We finally completed our two main functions. Let's move to the next function which is our proof of whether the hash belongs to this tree or not. If you still read this article, thank you. I explain each line in the comments so don't forget to read it.

function findTheMerkleProof(hash, hashes) {
// This candition is checking the size of the hashes array as well as checking
// that hash and hashes is given or not. If the candition matches then it will
//return null.
    if(!hash || !hashes || hashes.length === 0) {
        return null;
    }
// Here we are creating a variable and call our findTreeOfHashes function with
//the given hashes array. The tree variable holds the entire Markle tree.
    const tree = findTreeOfHashes(hashes);
// This variable hold the hash as well as the direction of the hash. It is a type
// of array that contains object inside it.
    const merkleProof = [{
        hash,
// Here we are call the findDirectionOFHash function that we define earlier.
        direction: findDirectionOfHash(hash, tree)
    }];
// Here we finding the index of the hash because it is importand to find the 
// patner of this hash.
    let hashIndex = tree[0].findIndex(h => h === hash);
// for loop for finding the sibling direction as well as the index and after 
// finding this things we are creating siblingNode name variable that is object
// type and hold the hash and the direction of sibling.
    for(let level = 0; level < tree.length - 1; level++) {
        const isLeftChild = hashIndex % 2 === 0;
        const siblingDirection = isLeftChild ? RIGHT : LEFT;
        const siblingIndex = isLeftChild ? hashIndex + 1 : hashIndex - 1;
        const siblingNode = {
            hash: tree[level][siblingIndex],
            direction: siblingDirection
        };
// Now we are pushing the siblingNode values inside the merkleProof array that
// we defind above the hashIndex.
        merkleProof.push(siblingNode);
// Here we are trying to find the index of this hash parent like if the recent 
// hash index is 4 if we divide it with 2 then we get 2. So, the parent hash index
// is 2 simple.
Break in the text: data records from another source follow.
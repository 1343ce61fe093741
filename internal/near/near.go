// Package near compares numbers computed by the project with values from
// an outside source (NIST StRD certified values, SciPy and mpmath
// fixtures, published tables) in tests. Only tests import it.
//
// Every check fails when got is NaN or ±Inf, and when want is, unless
// want is explicitly NaN or ±Inf and got is the same: a comparison written
// as math.Abs(got-want) > tol is false for NaN and so passes silently,
// which these functions never do. Each check reports through t.Errorf with
// the description what, so the failure names what was compared, and
// returns the measured difference (+Inf when a value is not finite) so a
// test can log its worst agreement.
package near

import (
	"math"
	"testing"
)

// MaxLRE is the log relative error given to exact agreement, the cap NIST
// StRD scoring uses (about the digits a float64 carries).
const MaxLRE = 15

// nonFinite handles the cases where got or want is NaN or ±Inf: it
// reports whether one was (done) and whether the pair still agrees (only
// an explicitly non-finite want matched exactly by got).
func nonFinite(got, want float64) (done, ok bool) {
	gf, wf := isFinite(got), isFinite(want)
	if gf && wf {
		return false, false
	}
	if math.IsNaN(want) {
		return true, math.IsNaN(got)
	}
	return true, got == want
}

func isFinite(v float64) bool { return !math.IsNaN(v) && !math.IsInf(v, 0) }

// RelDiff is |got - want| / |want|: 0 for exact agreement (non-finite
// wants included), +Inf when got or want is not finite and they differ or
// when want is 0 and got is not.
func RelDiff(got, want float64) float64 {
	if done, ok := nonFinite(got, want); done {
		if ok {
			return 0
		}
		return math.Inf(1)
	}
	if got == want {
		return 0
	}
	return math.Abs(got-want) / math.Abs(want)
}

// AbsDiff is |got - want|: 0 for exact agreement (non-finite wants
// included), +Inf when got or want is not finite and they differ.
func AbsDiff(got, want float64) float64 {
	if done, ok := nonFinite(got, want); done {
		if ok {
			return 0
		}
		return math.Inf(1)
	}
	return math.Abs(got - want)
}

// LRE is the log relative error -log10(|got - want| / |want|), the number
// of agreeing significant digits (NIST StRD scoring): MaxLRE for exact
// agreement, capped there, 0 when got or want is not finite and they
// differ, and -log10|got| when want is 0.
func LRE(got, want float64) float64 {
	if done, ok := nonFinite(got, want); done {
		if ok {
			return MaxLRE
		}
		return 0
	}
	if got == want {
		return MaxLRE
	}
	d := math.Abs(got - want)
	if want != 0 {
		d /= math.Abs(want)
	}
	return math.Max(0, math.Min(MaxLRE, -math.Log10(d)))
}

// Rel fails t unless |got - want| <= tol |want| with both finite (or want
// explicitly non-finite and got the same). It returns RelDiff.
func Rel(t testing.TB, what string, got, want, tol float64) float64 {
	t.Helper()
	d := RelDiff(got, want)
	if !(d <= tol) || math.IsInf(d, 1) {
		t.Errorf("%s = %.17g, want %.17g: relative difference %.3g above %.3g", what, got, want, d, tol)
	}
	return d
}

// Abs fails t unless |got - want| <= tol with both finite (or want
// explicitly non-finite and got the same). It returns AbsDiff.
func Abs(t testing.TB, what string, got, want, tol float64) float64 {
	t.Helper()
	d := AbsDiff(got, want)
	if !(d <= tol) || math.IsInf(d, 1) {
		t.Errorf("%s = %.17g, want %.17g: difference %.3g above %.3g", what, got, want, d, tol)
	}
	return d
}

// MinLRE fails t unless got agrees with want to at least min significant
// digits (LRE), a non-finite got counting as none. It returns the LRE.
func MinLRE(t testing.TB, what string, got, want, min float64) float64 {
	t.Helper()
	l := LRE(got, want)
	if !(l >= min) {
		t.Errorf("%s = %.17g, want %.17g: %.1f correct digits (LRE), want at least %.1f", what, got, want, l, min)
	}
	return l
}

// RelSlice fails t unless the slices have the same length and every
// |got[i] - want[i]| <= tol max_j |want[j]| (a difference relative to the
// largest wanted value, for vectors with entries near or at zero), every
// value finite (or want[i] explicitly non-finite and got[i] the same). It
// reports the worst element and returns the largest relative difference.
func RelSlice(t testing.TB, what string, got, want []float64, tol float64) float64 {
	t.Helper()
	if len(got) != len(want) {
		t.Errorf("%s: %d values, want %d", what, len(got), len(want))
		return math.Inf(1)
	}
	scale := 0.0
	for _, w := range want {
		if isFinite(w) {
			scale = math.Max(scale, math.Abs(w))
		}
	}
	worst, at := 0.0, -1
	for i := range got {
		d := AbsDiff(got[i], want[i])
		if d > 0 {
			d /= scale // scale is 0 only when every finite want is 0: +Inf
		}
		if !(d <= worst) {
			worst, at = d, i
		}
	}
	if !(worst <= tol) || math.IsInf(worst, 1) {
		t.Errorf("%s[%d] = %.17g, want %.17g: difference %.3g of the largest |want| %.3g, above %.3g",
			what, at, got[at], want[at], worst, scale, tol)
	}
	return worst
}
We are using Math.floor because if we have odd number index like 5
// then we try to divide it with two then the outcome is 2.5 but ther is no index like
// this in our array so Math.floor is round up the value 2.5 to 2.
        hashIndex = Math.floor(hashIndex / 2);
    }
// In the end we are simply returning the whole merkleProof array.
    return merkleProof;
}

Let's call this function in our console.

// listOfHashes[4] means find proof for index number 4 hash.
const findMerkleProof = findTheMerkleProof(listOfHashes[4], listOfHashes);
console.log('findMerkleProof: ', findMerkleProof);

This is our outcome

findMerkleProof:  [
  {
    hash: '0x7dff748603fdeba8b761df81c372390c4fc4a6006e1c74933b81bd54dd904073',
    direction: 'left'
  },
  {
    hash: '0x0624dc85cea85575ed94a290b5c3b3a0caa8a1c2e888c287f0689d4e4f4d4ba5',
    direction: 'right'
  },
  {
    hash: 'c623904a923b8d31ff1fd80311553dc35978d64d7b55d9095f1bc57e788e36bf',
    direction: 'right'
  },
  {
    hash: 'fdaeb371ce597102fea90f6a2d3044132fd87566b48eccbf5dcb48c9a5994214',
    direction: 'left'
  },
  {
    hash: '1fa1425ab0b2d77add1942ecfb7c0e8bd98870f6d799d001a959066bb410fd13',
    direction: 'right'
  }
]

That's all for today guys I know this is too long but I try to explain everything easily that's why it is too long. Thank you for reading till the end see you soon. Keep reading, Keep learning, Keep growing.